Many of us have experienced that scents can have a real, tangible impact on our state of being; lavender oil during a massage soothes us, the smell of rotting food disgusts us, the scent of a grandparent’s sweater evokes memories in us. Through these daily experiences, we have learned that our sense of smell has power over us physically, as well as emotionally and psychologically.

Keeping this powerful human function in mind, there are healing specialists who want to ask: “What if we were able to channel those powerful cerebral responses into supporting the body, or at least the spirit, and thus provide healing on at least a metaphysical level?”(Psychology Today)

Aromatherapy is a CAM (complementary and alternative medicine) practice that involves using essential oils for emotional, psychological and physical healing.

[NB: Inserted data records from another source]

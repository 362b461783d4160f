package main

import (
	"errors"
	"fmt"
	"io"
	"mime/multipart"
	"net/http"
	"strings"
	"unicode/utf8"

	"lanternbook/calc"
	"lanternbook/web"
)

// showImport: GET /import.
func (s *server) showImport(w http.ResponseWriter, r *http.Request) error {
	return render(w, r, http.StatusOK, web.ImportPage(web.ImportView{}))
}

// importDocument: POST /import, a file or its text. A document that is refused
// comes back in the text field, with everything that is wrong with it.
func (s *server) importDocument(w http.ResponseWriter, r *http.Request) error {
	document, err := sentDocument(r)
	if err != nil {
		return err
	}
	refused := func(title string, faults calc.Invalid) error {
		return render(w, r, http.StatusUnprocessableEntity, web.ImportPage(web.ImportView{
			Text: string(document), Title: title, Faults: faultViews(document, faults),
		}))
	}
	switch {
	case strings.TrimSpace(string(document)) == "":
		return refused("Choose a file, or put its text below", nil)
	case !utf8.Valid(document):
		document = nil // no text that a page could show
		return refused("That file is no text", calc.Invalid{{Reason: "A build's document is JSON in UTF-8; this is something else."}})
	}
	kept, _, _, err := s.create(r.Context(), document)
	if invalid, is := errors.AsType[calc.Invalid](err); is {
		return refused("The document is refused: "+plural(len(invalid), "thing is", "things are")+" wrong with it", invalid)
	}
	if err != nil {
		return err
	}
	http.Redirect(w, r, fmt.Sprintf("/builds/%d", kept.ID), http.StatusSeeOther)
	return nil
}

// sentDocument is the chosen file, or else the text. A mark of byte order at
// its start, which some editors leave, is no part of it.
func sentDocument(r *http.Request) ([]byte, error) {
	if err := r.ParseMultipartForm(pageBody); err != nil { //nolint:gosec // maxBody bounds the body of every page's request
		if _, tooLarge := errors.AsType[*http.MaxBytesError](err); tooLarge || r.Context().Err() != nil {
			return nil, err
		}
		return nil, refuse(http.StatusBadRequest, "The form cannot be read", "Send it from the page /import.")
	}
	document := []byte(r.PostFormValue("text"))
	file, header, err := r.FormFile("document")
	if err == nil {
		if document, err = chosenFile(file, header, document); err != nil {
			return nil, err
		}
	}
	return []byte(strings.TrimPrefix(string(document), "\ufeff")), nil
}

// chosenFile reads the chosen file; when none was chosen a browser sends one
// without name and content, and the text stands.
func chosenFile(file multipart.File, header *multipart.FileHeader, text []byte) ([]byte, error) {
	content, err := io.ReadAll(file)
	if closing := file.Close(); err == nil {
		err = closing
	}
	if err != nil || header.Filename == "" && len(content) == 0 {
		return text, err
	}
	return content, nil
}

func faultViews(document []byte, faults calc.Invalid) []web.FaultView {
	var views []web.FaultView
	for _, f := range faults {
		v := web.FaultView{At: f.At, Reason: f.Reason}
		if line, found := lineOf(document, f.At); found {
			v.Line = fmt.Sprintf("line %d", line)
		}
		views = append(views, v)
	}
	return views
}
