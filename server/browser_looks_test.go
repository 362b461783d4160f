package main

import (
	"fmt"
	"strings"
	"testing"

	"github.com/chromedp/cdproto/emulation"
	"github.com/chromedp/chromedp"
)

// view is one page as somebody comes to see it.
type view struct {
	name string
	path string
	then func(b *tab) // what to do there first, nil for nothing
}

// pages are all pages of the program, in the states that look different. The
// builds are those of a first start.
var pages = []view{
	{name: "shelf", path: "/"},
	{name: "shelf, nothing found", path: "/?q=zeppelin"},
	{name: "bin", path: "/bin"},
	{name: "bring in a document", path: "/import"},
	{name: "build 1, usual", path: "/builds/1"},
	{name: "build 1, cold", path: "/builds/1?corner=cold"},
	{name: "build 1, hot", path: "/builds/1?corner=hot"},
	{name: "build 2", path: "/builds/2"},
	{name: "build 3", path: "/builds/3"},
	{name: "build 4", path: "/builds/4"},
	{name: "build 1, all opened", path: "/builds/1", then: func(b *tab) {
		b.do("open everything", chromedp.Evaluate[chromedp.Void](`document.querySelectorAll("details").forEach(d => { d.open = true })`))
	}},
	{name: "drawer", path: "/drawer"},
	{name: "drawer, nothing found", path: "/drawer?q=zeppelin"},
	{name: "new LED", path: "/drawer/new?type=led"},
	{name: "new transistor", path: "/drawer/new?type=npn"},
	{name: "error", path: "/builds/999"},
}

// look puts the tab into the width and the colours to look at a page in.
func (b *tab) look(width int64, scheme string) {
	b.t.Helper()
	const height = 900
	b.do("resize", chromedp.EmulateViewport(width, height))
	b.media("", scheme)
}

// media makes the page think it is shown on this medium in this colour scheme.
func (b *tab) media(medium, scheme string) {
	b.t.Helper()
	_, err := chromedp.Call(b.ctx, emulation.SetEmulatedMedia, emulation.SetEmulatedMediaParams{
		Media:    medium,
		Features: []*emulation.MediaFeature{{Name: "prefers-color-scheme", Value: scheme}},
	})
	if err != nil {
		b.t.Fatal(err)
	}
}

const (
	desk  = 1440 // [px] a laptop's window
	phone = 390  // [px] a phone's
)

func TestEveryPageIsAccessibleAndFits(t *testing.T) {
	home := serveFresh(t)
	b := openTab(t, home, "/")
	b.allow("status of 404") // the page that says so
	part := eval[string](b, `fetch("/drawer").then(r => r.text()).then(t => new DOMParser().parseFromString(t, "text/html").
		querySelector("#found a.open").getAttribute("href"))`)
	all := append([]view{}, pages...)
	all = append(all, view{name: "part", path: part})
	for _, way := range []struct {
		width  int64
		scheme string
	}{{desk, "light"}, {desk, "dark"}, {phone, "light"}, {phone, "dark"}} {
		b.look(way.width, way.scheme)
		for _, p := range all {
			name := fmt.Sprintf("%s %d %s", p.name, way.width, way.scheme)
			b.visit(p.path)
			if p.then != nil {
				p.then(b)
			}
			b.picture(strings.ReplaceAll(name, ",", ""))
			b.wantNoSidewaysScroll(name)
			if way.width == desk || way.scheme == "light" { // what the dark does to colours does not depend on the width
				b.axe(name)
			}
		}
	}
}

// wantNoSidewaysScroll fails when the page is wider than the window, and names
// what stands out of it.
func (b *tab) wantNoSidewaysScroll(page string) {
	b.t.Helper()
	out := eval[[]string](b, `(() => {
		const root = document.documentElement, wide = root.clientWidth;
		if (root.scrollWidth <= wide) return [];
		return [...document.body.querySelectorAll("*")].
			filter(e => e.getBoundingClientRect().right > wide + 1).
			map(e => e.localName + "." + e.getAttribute("class") + " ends at " + Math.round(e.getBoundingClientRect().right));
	})()`)
	if len(out) > 0 {
		b.t.Errorf("%s: the page scrolls sideways:\n\t%s", page, strings.Join(out, "\n\t"))
	}
}
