package main

import (
	"context"
	"fmt"
	"os"
	"os/exec"
	"path/filepath"
	"strings"
	"sync"
	"syscall"
	"testing"
	"time"

	"github.com/chromedp/chromedp"
)

// patience is how long a browser test waits for something to appear before it
// calls the test failed. On a quiet machine nothing takes a hundredth of it.
const patience = 45 * time.Second

func TestMain(m *testing.M) {
	code := m.Run()
	chrome.close()
	os.Exit(code)
}

// serveFresh starts the program as on its first day, with no data file yet, and
// returns its address. It must stop in good order when the test ends.
func serveFresh(t *testing.T) string {
	t.Helper()
	p := startProgram(t, filepath.Join(t.TempDir(), "lanternbook.db"))
	t.Cleanup(func() {
		if code := p.end(t, syscall.SIGTERM); code != 0 {
			t.Errorf("the program ended with exit code %d", code)
		}
		if t.Failed() {
			t.Logf("the program's log:\n%s", p.stderr)
		}
	})
	return p.base
}

// browser is the one Chromium that all browser tests share; each test gets a
// profile of its own in it.
type browser struct {
	once sync.Once
	ctx  context.Context
	err  error
}

var chrome browser

// start starts Chromium once, and skips the test when there is none. On a
// build machine a missing browser fails the test instead: a skip would hide
// there that nothing was looked at.
func (b *browser) start(t *testing.T) context.Context {
	t.Helper()
	if testing.Short() {
		t.Skip("browser test, skipped by -short")
	}
	b.once.Do(func() {
		path, err := findChromium()
		if err != nil {
			b.err = err
			return
		}
		options := append(chromedp.DefaultExecAllocatorOptions[:],
			chromedp.ExecPath(path),
			chromedp.NoSandbox, // it refuses to start with one as root
			chromedp.DisableGPU,
			chromedp.Flag("disable-quic", true),
			chromedp.Flag("disable-component-update", true),
			// gives elements computedRole and computedName: what a screen reader calls them
			chromedp.Flag("enable-blink-features", "ComputedAccessibilityInfo"),
			chromedp.WindowSize(1440, 900))
		allocator, _ := chromedp.NewExecAllocator(context.Background(), options...)
		b.ctx, _ = chromedp.NewContext(allocator)
		b.err = chromedp.Do(b.ctx)
	})
	if b.err != nil && b.ctx == nil && os.Getenv("REQUIRE_BROWSER") == "" && os.Getenv("CI") == "" {
		t.Skipf("NO PAGE WAS TESTED: %v", b.err)
	}
	if b.err != nil {
		t.Fatalf("no browser to test pages with: %v", b.err)
	}
	return b.ctx
}

// close ends the browser and waits for it.
func (b *browser) close() {
	if b.ctx == nil || b.err != nil {
		return
	}
	if err := chromedp.Cancel(b.ctx); err != nil {
		fmt.Fprintln(os.Stderr, "closing the browser:", err)
	}
}

func findChromium() (string, error) {
	names := []string{"chromium", "chromium-browser", "google-chrome", "google-chrome-stable"}
	for _, name := range names {
		if path, err := exec.LookPath(name); err == nil {
			return path, nil
		}
	}
	return "", fmt.Errorf("none of %s is installed", strings.Join(names, ", "))
}
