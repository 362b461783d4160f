package main

import (
	"testing"
	"time"
)

type whenCase struct {
	name string
	then string // RFC 3339
	now  string
	zone string
	want string
}

func TestWhen(t *testing.T) {
	for _, c := range []whenCase{
		{"the same day", "2026-11-12T14:02:30Z", "2026-11-12T23:59:00Z", "UTC", "today 14:02"},
		{"a moment ago", "2026-11-12T14:02:30Z", "2026-11-12T14:02:30Z", "UTC", "today 14:02"},
		{"the day before, though only a minute ago", "2026-11-11T23:59:30Z", "2026-11-12T00:00:20Z", "UTC", "yesterday 23:59"},
		{"two days before", "2026-11-10T23:59:00Z", "2026-11-12T00:01:00Z", "UTC", "10 Nov 2026"},
		{"the same date a year before", "2025-11-12T14:02:00Z", "2026-11-12T14:02:00Z", "UTC", "12 Nov 2025"},
		{"the last day of the year before", "2026-12-31T22:00:00Z", "2027-01-01T08:00:00Z", "UTC", "yesterday 22:00"},
		{"today where the reader is, yesterday in UTC", "2026-11-11T23:30:00Z", "2026-11-12T08:00:00Z", "Europe/Berlin", "today 00:30"},
		{"yesterday where the reader is, today in UTC", "2026-11-12T02:00:00Z", "2026-11-12T20:00:00Z", "America/New_York", "yesterday 21:00"},
		{"across the night the clocks go forward", "2026-03-28T23:30:00+01:00", "2026-03-29T12:00:00+02:00", "Europe/Berlin", "yesterday 23:30"},
		{"across the night the clocks go back", "2026-10-24T23:30:00+02:00", "2026-10-25T23:00:00+01:00", "Europe/Berlin", "yesterday 23:30"},
		{"half an hour east of its neighbours", "2026-11-12T18:45:00Z", "2026-11-12T19:00:00Z", "Asia/Kolkata", "today 00:15"},
		{"later today, by a clock that was put back", "2026-11-12T16:00:00Z", "2026-11-12T14:00:00Z", "UTC", "12 Nov 2026"},
		{"tomorrow, likewise", "2026-11-13T08:00:00Z", "2026-11-12T14:00:00Z", "UTC", "13 Nov 2026"},
	} {
		t.Run(c.name, func(t *testing.T) {
			zone, err := time.LoadLocation(c.zone)
			if err != nil {
				t.Skipf("this machine knows no time zones: %v", err)
			}
			then, now := moment(t, c.then), moment(t, c.now).In(zone)
			if got := when(then, now); got != c.want {
				t.Errorf("when(%s, %s in %s) = %q, want %q", c.then, c.now, c.zone, got, c.want)
			}
		})
	}
}

func moment(t *testing.T, text string) time.Time {
	t.Helper()
	at, err := time.Parse(time.RFC3339, text)
	if err != nil {
		t.Fatal(err)
	}
	return at
}
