package main

import "time"

// when says a time as people do who look at a shelf: "today 14:02",
// "yesterday 09:15", "12 Nov 2026". The days are those of now's time zone. A
// time after now, of a clock that was put back, is never called today's.
func when(t, now time.Time) string {
	t = t.In(now.Location())
	year, month, day := now.Date()
	switch {
	case sameDay(t, now) && !t.After(now):
		return t.Format("today 15:04")
	case sameDay(t, time.Date(year, month, day-1, 12, 0, 0, 0, now.Location())):
		return t.Format("yesterday 15:04")
	}
	return t.Format("2 Jan 2006")
}

func sameDay(a, b time.Time) bool {
	ay, am, ad := a.Date()
	by, bm, bd := b.Date()
	return ay == by && am == bm && ad == bd
}
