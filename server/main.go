package main

import (
	"context"
	"fmt"
	"io"
	"os"
	"os/signal"
	"strings"
	"syscall"
)

// Exit codes. What fail and unusable mean to a script is in help.
const (
	exitOK       = 0
	exitFail     = 1
	exitUnusable = 2
)

func main() {
	ctx, stop := signal.NotifyContext(context.Background(), os.Interrupt, syscall.SIGTERM)
	context.AfterFunc(ctx, stop) // a second signal ends the program at once
	os.Exit(run(ctx, os.Args[1:], os.Stdin, os.Stdout, os.Stderr))
}

// run is the whole program: it does what the arguments say until it is done or
// ctx ends, and returns the exit code.
func run(ctx context.Context, args []string, stdin io.Reader, stdout, stderr io.Writer) int {
	command := "serve"
	if len(args) > 0 && (!strings.HasPrefix(args[0], "-") || isHelp(args[0])) {
		command, args = args[0], args[1:]
	}
	switch command {
	case "serve":
		return serve(ctx, args, stdout, stderr)
	case "check":
		return check(args, stdin, stdout, stderr)
	case "plan":
		complain(stderr, "this version makes no proposals from a brief yet; check judges a build")
		return exitUnusable
	}
	if command == "help" || isHelp(command) {
		say(stdout, "%s", helpText())
		return exitOK
	}
	complain(stderr, fmt.Sprintf("there is no command %q; help lists them", command))
	return exitUnusable
}

// isHelp knows the usual flags that ask for help.
func isHelp(arg string) bool { return arg == "-h" || arg == "-help" || arg == "--help" }

// complain writes one sentence for the person at the terminal.
func complain(stderr io.Writer, sentence string) {
	say(stderr, "lanternbook: %s\n", sentence)
}

// say writes to the terminal. When that fails nobody is there to be told.
func say(to io.Writer, format string, args ...any) {
	_, _ = fmt.Fprintf(to, format, args...)
}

In other words, it is a natural healing process for the mind, body and spirit. While the practice of using oils therapeutically has been around for nearly 6,000 years, it was not until the 1920s that the term aromatherapy was coined by French chemist and perfumer Rene-Maurice Gattefosse.

So, what is aromatherapy and why do we believe it is a beneficial CAM practice for integrative pain management?
There are a couple ways that aromatherapy is administered; the three primary methods are inhalation, ingestion and topical application. For a list of application methods with detailed directions, please follow the link found at the end of the article—it will take you to the National Association for Holistic Aromatherapy’s website.

Whichever mode of application used, essential oils have repeatedly proven to help with symptoms of chronic pain. These symptoms include insomnia, stress, anxiety, depression, nausea and even headaches or arthritis. Inhaling oil that has been diffused in boiling water, for example, not only eases anxiety but distracts you from any physical pain you might be experiencing.

What are essential oils, you might be wondering. Through an extensive and laborious process, essential oils are extracted and distilled from natural substances such as roots, flowers and other plants. When in nature, these oils are incredibly important to the plant they inhabit, often described as the lifeblood of the plant. They help the plant adapt to the environment around it including attracting pollination, and defending against insects and bacteria. When extracted from the plant, these oils have similar properties when used on humans.

The scientific explanation for essential oil’s healing power on the human body has not been pinned down yet, simply because the benefits have been evident despite the explanation, and as a practice aromatherapy has not reached a platform mainstream enough to prompt widespread research. People continue to practice aromatherapy regardless of understanding exactly why it works. Scientists do know that our sense of smell is directly linked to the limbic system of our brain, which controls emotions and memory. This link obviously has much to do with the effect of aromatherapy on our psychological and emotional well being.

It is important to note that essential oils are not the same as synthetic fragrances. Synthetic fragrances are found in most lotions, candles and soaps. Due to their non-natural ingredients, synthetic fragrances do not have the aroma therapeutic properties of essential oils. Often, companies will use mostly synthetic scents but include a small amount of essential oil so they can advertise “made with essential oils” on their product. Unless a product advertises that it is made entirely with essential oils, it most likely has synthetic fragrances in it. These chemically created fragrances have been linked to long term health problems, but that is a topic for another time…

Slowly but surely, aromatherapy is entering the medical mainstream, as evidenced by the endorsement of the practice as a valid CAM therapy by various diverse and prestigious institutions such as the American Cancer Society and the U.S. Department of Veteran Affairs. Hopefully aromatherapy will continue to move in this direction and as a result will shed light on the benefit of holistic and integrative healing. Already, some hospitals in America have started implementing aromatherapy by certified professionals into their care plans, including Harris Methodist in Fort Worth, Texas, which provides the service free-of-charge.

*Note: some essential oils are more powerful than others, and some are even toxic when ingested. If you are practicing aromatherapy without the help of a professional, make sure you do some research first.